2 killed in Alabama UPS shooting were supervisors

KIM CHANDLER
Associated Press

BIRMINGHAM, Ala. (AP) — The fiancee of one of two UPS supervisors who police say were slain by a fired employee said Wednesday her boyfriend had expressed sympathy for the man over the dismissal but didn’t fear him.

Brian Callans, 46, wasn’t pleased when he found out the shipping company planned to fire 45-year-old Kerry Joe Tesney, partly because the man had a family to support, said Erica Carmichael, who was engaged to Callans.

“He told me, ‘I’m not happy about it, Erica. The guy has been with the company a long time. That’s a huge change in somebody’s life,'” Carmichael said.

UPS identified Callans, a business manager from Birmingham and driver supervisor Doug Hutcheson, 33, of Odenville, as the victims in the shooting at a package-sorting center on Tuesday. Callans had worked for the shipping giant for 26 years, and Hutcheson since 1999.

Police previously identified the men’s killer as Kerry Joe Tesney, 45, of Trussville. The driver had been with UPS for 21 years but had been fired recently, authorities said in a statement Wednesday.

Callans and Hutcheson, a married father of young twin boys, were shot to death in an office a day after Tesney received his termination notice, authorities said. Callans was originally supposed to be off on Tuesday but had gone to the office anyway, Carmichael said.

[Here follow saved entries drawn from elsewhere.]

/**
 * Dense kernels of a front. All matrices are row-major; tiles of three by three dot products keep the accumulators in
 * registers, which is worth a factor of three over plain loops.
 */

/** Columns that are factorised together. */
const BLOCK = 16;

/**
 * Partial Cholesky of a front: `panel` holds, from `at`, n rows of k columns (of the first k rows only the lower
 * triangle counts) and is overwritten by the factor. Returns false if a pivot is not positive.
 */
export function factorPanel(panel: Float64Array, at: number, k: number, n: number): boolean {
  for (let from = 0; from < k; from += BLOCK) {
    const to = Math.min(k, from + BLOCK);
    if (from > 0) subtractProducts(panel, at, k, from, n, from, to);
    for (let i = from; i < to; i++) {
      const rowI = at + i * k;
      for (let j = from; j < i; j++) {
        const rowJ = at + j * k;
        let s = panel[rowI + j];
        for (let l = from; l < j; l++) s -= panel[rowI + l] * panel[rowJ + l];
        panel[rowI + j] = s / panel[rowJ + j];
      }
      let d = panel[rowI + i];
      for (let l = from; l < i; l++) d -= panel[rowI + l] * panel[rowI + l];
      if (!(d > 0)) return false;
      panel[rowI + i] = Math.sqrt(d);
    }
    solveRows(panel, at, k, to, n, from, to);
  }
  return true;
}

/** Rows first … n-1, columns from … to-1: divides by the transposed pivot block, three rows at a time. */
function solveRows(
  panel: Float64Array,
  at: number,
  k: number,
  first: number,
  n: number,
  from: number,
  to: number,
): void {
  let i = first;
  for (; i + 2 < n; i += 3) {
    const r0 = at + i * k;
    const r1 = r0 + k;
    const r2 = r1 + k;
    for (let j = from; j < to; j++) {
      const rowJ = at + j * k;
      let s0 = panel[r0 + j];
      let s1 = panel[r1 + j];
      let s2 = panel[r2 + j];
      for (let l = from; l < j; l++) {
        const y = panel[rowJ + l];
        s0 -= panel[r0 + l] * y;
        s1 -= panel[r1 + l] * y;
        s2 -= panel[r2 + l] * y;
      }
      const inverse = 1 / panel[rowJ + j];
      panel[r0 + j] = s0 * inverse;
      panel[r1 + j] = s1 * inverse;
      panel[r2 + j] = s2 * inverse;
    }
  }
  for (; i < n; i++) {
    const r0 = at + i * k;
    for (let j = from; j < to; j++) {
      const rowJ = at + j * k;
      let s = panel[r0 + j];
      for (let l = from; l < j; l++) s -= panel[r0 + l] * panel[rowJ + l];
      panel[r0 + j] = s / panel[rowJ + j];
    }
  }
}

/**
 * Rows first … n-1, columns from … to-1: subtracts the products of finished columns 0 … from-1. Of the pivot block
 * more than the lower triangle is touched, which does no harm.
 */
function subtractProducts(
  panel: Float64Array,
  at: number,
  k: number,
  first: number,
  n: number,
  from: number,
  to: number,
): void {
  for (let i = first; i < n; i += 3) {
    const rows = Math.min(3, n - i);
    for (let j = from; j < to; j += 3) {
      const columns = Math.min(3, to - j);
      if (rows === 3 && columns === 3) {
        tile(panel, at + i * k, at + j * k, k, from, panel, at + i * k + j, k);
      } else {
        corner(panel, at + i * k, at + j * k, k, from, rows, columns, panel, at + i * k + j, k);
      }
    }
  }
}

/**
 * border -= B·Bᵗ with B the rows k … n-1 of the panel; border is m by m with m = n-k, stride m, lower triangle.
 */
export function subtractBorder(
  panel: Float64Array,
  at: number,
  k: number,
  n: number,
  border: Float64Array,
  to: number,
): void {
  subtractSquare(panel, at + k * k, k, n - k, border, to);
}

/** target -= R·Rᵗ with R the m rows of k numbers from `base`; target has stride m, lower triangle. */
export function subtractSquare(
  rowsOf: Float64Array,
  base: number,
  k: number,
  m: number,
  target: Float64Array,
  to: number,
): void {
  for (let i = 0; i < m; i += 3) {
    const rows = Math.min(3, m - i);
    for (let j = 0; j <= i; j += 3) {
      const columns = Math.min(3, m - j);
      if (rows === 3 && columns === 3) {
        tile(rowsOf, base + i * k, base + j * k, k, k, target, to + i * m + j, m);
      } else {
        corner(rowsOf, base + i * k, base + j * k, k, k, rows, columns, target, to + i * m + j, m);
      }
    }
  }
}

/** target[3×3] -= X·Yᵗ, X and Y three rows of `a` from p and q with stride k, over `length` columns. */
function tile(
  a: Float64Array,
  p: number,
  q: number,
  k: number,
  length: number,
  target: Float64Array,
  at: number,
  stride: number,
): void {
  let p0 = p;
  let p1 = p + k;
  let p2 = p1 + k;
  let q0 = q;
  let q1 = q + k;
  let q2 = q1 + k;
  let c00 = 0;
  let c01 = 0;
  let c02 = 0;
  let c10 = 0;
  let c11 = 0;
  let c12 = 0;
  let c20 = 0;
  let c21 = 0;
  let c22 = 0;
  for (const end = p0 + length; p0 < end; p0++, p1++, p2++, q0++, q1++, q2++) {
    const x0 = a[p0];
    const x1 = a[p1];
    const x2 = a[p2];
    const y0 = a[q0];
    const y1 = a[q1];
    const y2 = a[q2];
    c00 += x0 * y0;
    c01 += x0 * y1;
    c02 += x0 * y2;
    c10 += x1 * y0;
    c11 += x1 * y1;
    c12 += x1 * y2;
    c20 += x2 * y0;
    c21 += x2 * y1;
    c22 += x2 * y2;
  }
  target[at] -= c00;
  target[at + 1] -= c01;
  target[at + 2] -= c02;
  const at1 = at + stride;
  target[at1] -= c10;
  target[at1 + 1] -= c11;
  target[at1 + 2] -= c12;
  const at2 = at1 + stride;
  target[at2] -= c20;
  target[at2 + 1] -= c21;
  target[at2 + 2] -= c22;
}

/** The same for what is left over at the edges. */
function corner(
  a: Float64Array,
  p: number,
  q: number,
  k: number,
  length: number,
  rows: number,
  columns: number,
  target: Float64Array,
  at: number,
  stride: number,
): void {
  for (let i = 0; i < rows; i++) {
    const x = p + i * k;
    for (let j = 0; j < columns; j++) {
      const y = q + j * k;
      let s = 0;
      for (let l = 0; l < length; l++) s += a[x + l] * a[y + l];
      target[at + i * stride + j] -= s;
    }
  }
}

Carmichael described the two victims as being close friends — a family photo posted on social media shows the two together at Hutcheson’s wedding in 2003. Hutcheson helped Callans remodel his house, she said, and Callans wanted to see Hutcheson move up in the company.

“Brian started from the bottom at UPS and worked diligently up,” said Carmichael. “He felt for his co-workers. He wanted them first.”

Hutcheson’s wife, Tiffany Hutcheson, said she is trying to figure out the best way to explain to their 4-year-old twin boys, Braddock and Sawyer, that their father isn’t coming home again.

“What do you tell a 4-year-old? They get the bad-guy concept. ‘A bad guy took Daddy away,'” she said, adding that her sons worshipped their father, who was their baseball coach.

Hutcheson said her husband was voted class clown at their high school and was the life of the party. He went to work for UPS straight after graduation.

She said there were warning signs before the shooting, but she declined to elaborate. She said she assumed Tesney was involved as soon as she heard there was an incident at the package-sorting facility. Her husband, like Callans, felt sorry for Tesney after he was fired, knowing Tesney had two daughters at home, she said.

Authorities said Tesney entered his former workplace and began shooting, killing the two supervisors before taking his own life.

Police said Tesney got final notice of his firing a day earlier but walked in wearing his uniform. The company said the man apparently evaded security by entering through a truck bay that normally isn’t used by pedestrians at the rear of the building.

The toll may have been worse if 80 or so drivers had not already departed, officials said.

“It was a relatively small crew that was remaining,” UPS spokesman Steve Gaut, a spokesman for the shipping company.

Tesney’s pastor, Bill Wilks of NorthPark Baptist Church in Trussville, said the man had been troubled over his work and financial situation.

Officials haven’t said what prompted Tesney’s dismissal or might have generated workplace tension.

But documents in a court case show Callans was involved in a dispute over a missing radiator after an automotive company sued UPS and Tesney, alleging Tesney wrongly took the part while making a package pickup in 2010.

HESCO Inc. filed suit in 2010 claiming Tesney had wrongly picked up a $4,000 radiator for shipment either intentionally or by mistake. The lawsuit went on for three years before a judge ruled in favor of Tesney and UPS on Sept. 23, 2013, exactly a year before the shooting.

A brief filed by HESCO said Tesney gave differing accounts of what happened to the radiator. Tesney told the owner of the company he took it by accident, but Tesney told a manager that he had used it as a “tray” to carry items to his truck.

Callans — whose last name was spelled “Callens” in the court document — “accepted responsibility for the missing radiator,” said the document.

HESCO attorney Jud Stanford declined comment. It wasn’t immediately clear whether the lawsuit played any role in Tesney’s firing.